(Stored items)
^^^^^^^^^^^^^^^^
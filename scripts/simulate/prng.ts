/**
 * Seeded randomness: Bob Jenkins' small fast counter generator (sfc32), keyed by text.
 * A world forks one generator for every asset, cell and meter, so that what one of them
 * draws never shifts what another draws: visiting one asset leaves all others' fates alone.
 */
export interface Rng {
  /** Uniform on [0, 1). */
  next(): number;
  /** Standard normal (Box-Muller, one value a call, so that state stays four integers). */
  normal(mean?: number, sd?: number): number;
  /** exp(N(0, sd)), median 1. */
  logNormal(sd: number): number;
  uniform(low: number, high: number): number;
  /** Integer from low to high, both included. */
  int(low: number, high: number): number;
  chance(probability: number): boolean;
  pick<T>(items: readonly T[]): T;
  shuffle<T>(items: readonly T[]): T[];
  /** An independent generator for the thing called `key`. */
  fork(key: string): Rng;
  /** A twin that will draw the same values from here on. */
  clone(): Rng;
}

type State = [number, number, number, number];

/** Four words from a text (FNV-1a with a final avalanche, once for each word). */
function hash(text: string): State {
  const words = [0x9e3779b9, 0x243f6a88, 0xb7e15162, 0x6a09e667].map((basis) => {
    let h = basis;
    for (let i = 0; i < text.length; i++) h = Math.imul(h ^ text.charCodeAt(i), 0x01000193);
    h = Math.imul(h ^ (h >>> 16), 0x21f0aaad);
    h = Math.imul(h ^ (h >>> 15), 0x735a2d97);
    return (h ^ (h >>> 15)) >>> 0;
  });
  return words as State;
}

class Sfc32 implements Rng {
  private a: number;
  private b: number;
  private c: number;
  private d: number;

  constructor(
    private readonly name: string,
    [a, b, c, d]: State,
  ) {
    [this.a, this.b, this.c, this.d] = [a, b, c, d];
  }

  next(): number {
    const t = (((this.a + this.b) | 0) + this.d) | 0;
    this.d = (this.d + 1) | 0;
    this.a = this.b ^ (this.b >>> 9);
    this.b = (this.c + (this.c << 3)) | 0;
    this.c = (((this.c << 21) | (this.c >>> 11)) + t) | 0;
    return (t >>> 0) / 4294967296;
  }

  normal(mean = 0, sd = 1): number {
    const radius = Math.sqrt(-2 * Math.log(1 - this.next()));
    return mean + sd * radius * Math.cos(2 * Math.PI * this.next());
  }

  logNormal(sd: number): number {
    return Math.exp(this.normal(0, sd));
  }

  uniform(low: number, high: number): number {
    return low + (high - low) * this.next();
  }

  int(low: number, high: number): number {
    return low + Math.floor(this.next() * (high - low + 1));
  }

  chance(probability: number): boolean {
    return this.next() < probability;
  }

  pick<T>(items: readonly T[]): T {
    if (items.length === 0) throw new RangeError("pick: nothing to choose from");
    return items[Math.floor(this.next() * items.length)] as T;
  }

  shuffle<T>(items: readonly T[]): T[] {
    const copy = [...items];
    for (let i = copy.length - 1; i > 0; i--) {
      const j = this.int(0, i);
      [copy[i], copy[j]] = [copy[j] as T, copy[i] as T];
    }
    return copy;
  }

  fork(key: string): Rng {
    return createRng(`${this.name}/${key}`);
  }

  clone(): Rng {
    return new Sfc32(this.name, [this.a, this.b, this.c, this.d]);
  }
}

/** A generator for a seed: the same seed draws the same values on every machine. */
export function createRng(seed: string | number): Rng {
  const name = String(seed);
  const rng = new Sfc32(name, hash(name));
  for (let i = 0; i < 12; i++) rng.next();
  return rng;
}
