import type { Rng } from "./prng";

/** Weather shared by the whole district: a season, weather that persists, and cold snaps. */
export interface Climate {
  readonly meanC: number;
  /** Half the difference between the warmest and the coldest part of the year. */
  readonly amplitudeC: number;
  /** Standard deviation of the daily departures, and how much of one carries to the next day. */
  readonly noiseC: number;
  readonly persistence: number;
  /** Cold snaps a winter (November to March), on average. */
  readonly snapsAWinter: number;
  /** Winters that were colder: by the year in which they begin, in degrees. */
  readonly coldWinters: Readonly<Record<number, number>>;
}

export const FEN_CLIMATE: Climate = {
  meanC: 10.3,
  amplitudeC: 6.8,
  noiseC: 2.6,
  persistence: 0.78,
  snapsAWinter: 2,
  coldWinters: {},
};

export interface Weather {
  /** Mean air temperature of an epoch day, °C. */
  meanC(day: number): number;
  /** Lowest air temperature of an epoch day, °C (just before sunrise). */
  minC(day: number): number;
}

const DAY_MS = 86_400_000;
const WARMEST_DAY_OF_YEAR = 203;

/** 0 at the start of the year, 1 at its end; leap days make no difference worth having. */
export function yearFraction(day: number): number {
  return ((((day + 0.5) / 365.2425) % 1) + 1) % 1;
}

function seasonC(climate: Climate, day: number): number {
  const phase = 2 * Math.PI * (yearFraction(day) - WARMEST_DAY_OF_YEAR / 365.2425);
  return climate.meanC + climate.amplitudeC * Math.cos(phase);
}

/** The year in which the winter holding this day began, or null outside November to March. */
function winterOf(day: number): number | null {
  const date = new Date(day * DAY_MS);
  const month = date.getUTCMonth();
  if (month >= 10) return date.getUTCFullYear();
  return month <= 2 ? date.getUTCFullYear() - 1 : null;
}

/** Daily weather from `firstDay` on, made as far as it is asked for. Source: from memory. */
export function createWeather(rng: Rng, climate: Climate, firstDay: number): Weather {
  const means: number[] = [];
  const swings: number[] = [];
  let departure = 0;
  let snapLeft = 0;
  let snapDepth = 0;
  const innovation = climate.noiseC * Math.sqrt(1 - climate.persistence ** 2);

  function makeNext(): void {
    const day = firstDay + means.length;
    const winter = winterOf(day);
    departure = climate.persistence * departure + rng.normal(0, innovation);
    if (snapLeft > 0) snapLeft -= 1;
    else if (winter !== null && rng.chance(climate.snapsAWinter / 150)) {
      snapLeft = rng.int(4, 11);
      snapDepth = rng.uniform(5, 10);
    }
    const cold = winter === null ? 0 : (climate.coldWinters[winter] ?? 0);
    const mean = seasonC(climate, day) + departure - cold - (snapLeft > 0 ? snapDepth : 0);
    means.push(mean);
    swings.push(Math.max(1.5, rng.normal(4, 1.2)));
  }

  function at(series: number[], day: number): number {
    const index = Math.floor(day) - firstDay;
    if (index < 0)
      throw new RangeError(`weather: day ${day} lies before the first day ${firstDay}`);
    while (means.length <= index) makeNext();
    return series[index] as number;
  }

  return {
    meanC: (day) => at(means, day),
    minC: (day) => at(means, day) - at(swings, day),
  };
}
^^^^^^^^^^^^^^^^
== Activity ==
Each of the entries above should be written out again exactly.

== Answer to the exercise ==
filename scripts/simulate/prng.ts
/**
 * Seeded randomness: Bob Jenkins' small fast counter generator (sfc32), keyed by text.
 * A world forks one generator for every asset, cell and meter, so that what one of them
 * draws never shifts what another draws: visiting one asset leaves all others' fates alone.
 */
export interface Rng {
  /** Uniform on [0, 1). */
  next(): number;
  /** Standard normal (Box-Muller, one value a call, so that state stays four integers). */
  normal(mean?: number, sd?: number): number;
  /** exp(N(0, sd)), median 1. */
  logNormal(sd: number): number;
  uniform(low: number, high: number): number;
  /** Integer from low to high, both included. */
  int(low: number, high: number): number;
  chance(probability: number): boolean;
  pick<T>(items: readonly T[]): T;
  shuffle<T>(items: readonly T[]): T[];
  /** An independent generator for the thing called `key`. */
  fork(key: string): Rng;
  /** A twin that will draw the same values from here on. */
  clone(): Rng;
}

type State = [number, number, number, number];

/** Four words from a text (FNV-1a with a final avalanche, once for each word). */
function hash(text: string): State {
  const words = [0x9e3779b9, 0x243f6a88, 0xb7e15162, 0x6a09e667].map((basis) => {
    let h = basis;
    for (let i = 0; i < text.length; i++) h = Math.imul(h ^ text.charCodeAt(i), 0x01000193);
    h = Math.imul(h ^ (h >>> 16), 0x21f0aaad);
    h = Math.imul(h ^ (h >>> 15), 0x735a2d97);
    return (h ^ (h >>> 15)) >>> 0;
  });
  return words as State;
}

class Sfc32 implements Rng {
  private a: number;
  private b: number;
  private c: number;
  private d: number;

  constructor(
    private readonly name: string,
    [a, b, c, d]: State,
  ) {
    [this.a, this.b, this.c, this.d] = [a, b, c, d];
  }

  next(): number {
    const t = (((this.a + this.b) | 0) + this.d) | 0;
    this.d = (this.d + 1) | 0;
    this.a = this.b ^ (this.b >>> 9);
    this.b = (this.c + (this.c << 3)) | 0;
    this.c = (((this.c << 21) | (this.c >>> 11)) + t) | 0;
    return (t >>> 0) / 4294967296;
  }

  normal(mean = 0, sd = 1): number {
    const radius = Math.sqrt(-2 * Math.log(1 - this.next()));
    return mean + sd * radius * Math.cos(2 * Math.PI * this.next());
  }

  logNormal(sd: number): number {
    return Math.exp(this.normal(0, sd));
  }

  uniform(low: number, high: number): number {
    return low + (high - low) * this.next();
  }

  int(low: number, high: number): number {
    return low + Math.floor(this.next() * (high - low + 1));
  }

  chance(probability: number): boolean {
    return this.next() < probability;
  }

  pick<T>(items: readonly T[]): T {
    if (items.length === 0) throw new RangeError("pick: nothing to choose from");
    return items[Math.floor(this.next() * items.length)] as T;
  }

  shuffle<T>(items: readonly T[]): T[] {
    const copy = [...items];
    for (let i = copy.length - 1; i > 0; i--) {
      const j = this.int(0, i);
      [copy[i], copy[j]] = [copy[j] as T, copy[i] as T];
    }
    return copy;
  }

  fork(key: string): Rng {
    return createRng(`${this.name}/${key}`);
  }

  clone(): Rng {
    return new Sfc32(this.name, [this.a, this.b, this.c, this.d]);
  }
}

/** A generator for a seed: the same seed draws the same values on every machine. */
export function createRng(seed: string | number): Rng {
  const name = String(seed);
  const rng = new Sfc32(name, hash(name));
  for (let i = 0; i < 12; i++) rng.next();
  return rng;
}
import type { Rng } from "./prng";

/** Weather shared by the whole district: a season, weather that persists, and cold snaps. */
export interface Climate {
  readonly meanC: number;
  /** Half the difference between the warmest and the coldest part of the year. */
  readonly amplitudeC: number;
  /** Standard deviation of the daily departures, and how much of one carries to the next day. */
  readonly noiseC: number;
  readonly persistence: number;
  /** Cold snaps a winter (November to March), on average. */
  readonly snapsAWinter: number;
  /** Winters that were colder: by the year in which they begin, in degrees. */
  readonly coldWinters: Readonly<Record<number, number>>;
}

export const FEN_CLIMATE: Climate = {
  meanC: 10.3,
  amplitudeC: 6.8,
  noiseC: 2.6,
  persistence: 0.78,
  snapsAWinter: 2,
  coldWinters: {},
};

export interface Weather {
  /** Mean air temperature of an epoch day, °C. */
  meanC(day: number): number;
  /** Lowest air temperature of an epoch day, °C (just before sunrise). */
  minC(day: number): number;
}

const DAY_MS = 86_400_000;
const WARMEST_DAY_OF_YEAR = 203;

/** 0 at the start of the year, 1 at its end; leap days make no difference worth having. */
export function yearFraction(day: number): number {
  return ((((day + 0.5) / 365.2425) % 1) + 1) % 1;
}

function seasonC(climate: Climate, day: number): number {
  const phase = 2 * Math.PI * (yearFraction(day) - WARMEST_DAY_OF_YEAR / 365.2425);
  return climate.meanC + climate.amplitudeC * Math.cos(phase);
}

/** The year in which the winter holding this day began, or null outside November to March. */
function winterOf(day: number): number | null {
  const date = new Date(day * DAY_MS);
  const month = date.getUTCMonth();
  if (month >= 10) return date.getUTCFullYear();
  return month <= 2 ? date.getUTCFullYear() - 1 : null;
}

/** Daily weather from `firstDay` on, made as far as it is asked for. Source: from memory. */
export function createWeather(rng: Rng, climate: Climate, firstDay: number): Weather {
  const means: number[] = [];
  const swings: number[] = [];
  let departure = 0;
  let snapLeft = 0;
  let snapDepth = 0;
  const innovation = climate.noiseC * Math.sqrt(1 - climate.persistence ** 2);

  function makeNext(): void {
    const day = firstDay + means.length;
    const winter = winterOf(day);
    departure = climate.persistence * departure + rng.normal(0, innovation);
    if (snapLeft > 0) snapLeft -= 1;
    else if (winter !== null && rng.chance(climate.snapsAWinter / 150)) {
      snapLeft = rng.int(4, 11);
      snapDepth = rng.uniform(5, 10);
    }
    const cold = winter === null ? 0 : (climate.coldWinters[winter] ?? 0);
    const mean = seasonC(climate, day) + departure - cold - (snapLeft > 0 ? snapDepth : 0);
    means.push(mean);
    swings.push(Math.max(1.5, rng.normal(4, 1.2)));
  }

  function at(series: number[], day: number): number {
    const index = Math.floor(day) - firstDay;
    if (index < 0)
      throw new RangeError(`weather: day ${day} lies before the first day ${firstDay}`);
    while (means.length <= index) makeNext();
    return series[index] as number;
  }

  return {
    meanC: (day) => at(means, day),
    minC: (day) => at(means, day) - at(swings, day),
  };
}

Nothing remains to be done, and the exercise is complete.